*** Opening of Data to examine ***

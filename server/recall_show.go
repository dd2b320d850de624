package server

import (
	"net/http"
	"slices"

	"github.com/labstack/echo/v4"

	"tripwell/forms"
	"tripwell/store"
	"tripwell/store/record"
)

// recallPage lists what an instrument found out of tolerance puts in doubt.
type recallPage struct {
	Frame
	Crumbs                 []link
	Heading, Under, Errors string
	Rows                   []recallRow
	More                   string
	Action, Record         string // of the form that asks for the tests again; "" = the reader may not
	Reaches                []option
}

type recallRow struct {
	Now, Then              mark
	Href, Day, Spot, Where string
	What, Share            string
	Again                  mark // the test made again since
	AgainHref              string
}

// recallShown is how many entries the page names; the form reaches all of them.
const recallShown = 500

// closeMargin is how near to its limit a true figure must lie to count as close: a tenth of the limit. Owner's choice, no source.
const closeMargin = 0.1

// How far a recall asks for tests again.
const (
	reachFail  = "fail"
	reachClose = "close"
	reachAll   = "all"
)

// reaches tells whether a row is asked for again; what was tested again since is not.
func reaches(reach string, r *store.RecallRow) bool {
	if r.Again.Entry != "" {
		return false
	}
	switch reach {
	case reachFail:
		return r.Code != "" && r.Margin < 0
	case reachClose:
		return r.Code != "" && r.Margin < closeMargin
	}
	return true
}

// recalled reads the instrument, the certificate that found it out, and the entries that puts in doubt.
func (s *Server) recalled(c echo.Context) (i store.Instrument, d store.Doubted, rows []store.RecallRow, err error) {
	if i, err = s.instrumentOf(c); err != nil {
		return i, d, nil, err
	}
	err = s.store.View(scope(c), func(v *store.View) error {
		past, err := v.InstrumentPast(i.ID)
		if err != nil {
			return err
		}
		for _, one := range past.Doubted() {
			if one.Certificate.Record == c.Param("record") {
				d = one
				rows, err = v.Recall(c.Request().Context(), i.ID, d)
				return err
			}
		}
		return refuse(codeNotFound, "", s.words.Say("office.recall.unknown"))
	})
	return i, d, rows, err
}

func (s *Server) recallShow(c echo.Context) error {
	i, d, rows, err := s.recalled(c)
	if err != nil {
		return err
	}
	k := s.ink()
	view := recallPage{Frame: s.frame(c, k.say("office.recall.title"), "set-up"), Crumbs: []link{{Href: "/set-up", Text: k.say("office.setup.title")}, {Href: "/instruments/" + i.ID + "/past", Text: i.Name}}, Errors: s.foundErrors(d.Certificate.Errors)}
	counts := map[string]int{}
	again, fails := 0, 0
	for n := range rows {
		r := &rows[n]
		if r.Again.Entry != "" {
			again++
		}
		if r.Code != "" && r.Margin < 0 {
			fails++
		}
		for _, reach := range []string{reachFail, reachClose, reachAll} {
			if reaches(reach, r) {
				counts[reach]++
			}
		}
		if n < recallShown {
			view.Rows = append(view.Rows, s.recallRow(r))
		}
	}
	view.Heading = k.say("office.recall.none", "name", i.Name)
	if len(rows) > 0 {
		view.Heading = k.say("office.recall.heading", "n", len(rows), "fail", count(fails))
	}
	view.Under = k.say("office.recall.under_first", "name", i.Name, "to", k.day(d.To))
	if d.From != forms.NoDay {
		view.Under = k.say("office.recall.under", "name", i.Name, "from", k.day(d.From), "to", k.day(d.To))
	}
	if again > 0 {
		view.Under += " " + k.say("office.recall.again_n", "n", again)
	}
	if len(rows) > recallShown {
		view.More = k.say("office.recall.more", "n", count(recallShown))
	}
	if view.Change && len(rows) > again {
		f, err := s.blankForm(nil)
		if err != nil {
			return err
		}
		view.Action, view.Record = c.Request().URL.Path, f.Get(recordField)
		for _, reach := range []string{reachFail, reachClose, reachAll} {
			view.Reaches = append(view.Reaches, option{reach, k.say("office.recall.reach."+reach, "n", counts[reach]), reach == reachClose})
		}
	}
	return s.page(c, http.StatusOK, "recall.html", view)
}

func (s *Server) recallRow(r *store.RecallRow) recallRow {
	k := s.ink()
	row := recallRow{Then: k.verdict(r.Result), Now: mark{"none", k.say("office.recall.not_concerned")}, Href: "/entries/" + r.Entry, Day: k.day(r.Day), Spot: s.spot(r.Device), Where: joined(r.Site.Name, r.Device.Place.Context())}
	if r.Again.Entry != "" {
		row.Again, row.AgainHref = k.verdict(r.Again.Result), "/entries/"+r.Again.Entry
		row.Again.Word = k.say("office.recall.again", "day", k.day(r.Again.Day), "result", lowerFirst(row.Again.Word))
	}
	if r.Device.Kind == "" {
		row.Spot = k.named("task", r.Task)
	}
	if r.Code == "" {
		return row
	}
	row.Now = k.verdict(r.Recall.Result)
	unit := unitOf(r.Code)
	row.What = k.say("office.recall.what", "name", k.reading(r.Code), "shown", k.amount(limitFigure(r.Shown), unit), "true", k.amount(limitFigure(r.True), unit), "limit", k.amount(limitFigure(r.Limit), unit))
	key := "office.recall.inside"
	share := r.Margin * 100
	if share < 0 {
		key, share = "office.recall.outside", -share
	}
	row.Share = k.say(key, "share", limitFigure(float64(int(share*10))/10))
	return row
}

// recallTake makes the tests due at once: one occasion in the log of every site concerned.
func (s *Server) recallTake(c echo.Context) error {
	i, d, rows, err := s.recalled(c)
	if err != nil {
		return err
	}
	f, err := s.typedForm(c)
	if err != nil {
		return err
	}
	id := f.id(recordField)
	reach := f.choice("reach", reachFail, reachClose, reachAll)
	if !f.ok() {
		return refuse(codeInvalid, "reach", s.words.Say("office.form.choice"))
	}
	drafts := s.recallDrafts(rows, reach, id, i, d)
	if len(drafts) == 0 {
		return refuse(codeInvalid, "reach", s.words.Say("office.recall.nothing"))
	}
	if err := s.append(c, drafts...); err != nil {
		return err
	}
	return toPage(c, "/dates")
}

// devicesPerRecord keeps an occasion's list of devices within the bounds of a record.
const devicesPerRecord = 1000

func (s *Server) recallDrafts(rows []store.RecallRow, reach, id string, i store.Instrument, d store.Doubted) []store.Draft {
	k := s.ink()
	bySite := map[string][]string{}
	sites := map[string]store.Site{}
	for n := range rows {
		r := &rows[n]
		if !reaches(reach, r) || r.Device.Retired || r.Device.Kind == "" || slices.Contains(bySite[r.Site.ID], r.Device.ID) {
			continue
		}
		sites[r.Site.ID] = r.Site
		bySite[r.Site.ID] = append(bySite[r.Site.ID], r.Device.ID)
	}
	text := k.say("office.recall.text", "name", i.Name, "day", k.day(d.To), "number", d.Certificate.Number)
	var out []store.Draft
	for _, site := range sortedKeys(bySite) {
		for part := range slices.Chunk(bySite[site], devicesPerRecord) {
			own := record.NamedID("recall", id, site, part[0])
			out = append(out, store.Draft{ID: own, Kind: "occasion.noted", Log: site, Subject: own,
				Body: map[string]any{"cause": "instrument", "on": s.today(sites[site]).String(), "devices": part, "text": text}})
		}
	}
	return out
}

*** Close of Data to examine ***

* Aim of the task
Among the lines above, find those holding the word "asks" and state how many there are, number only.

* Answer for the task
2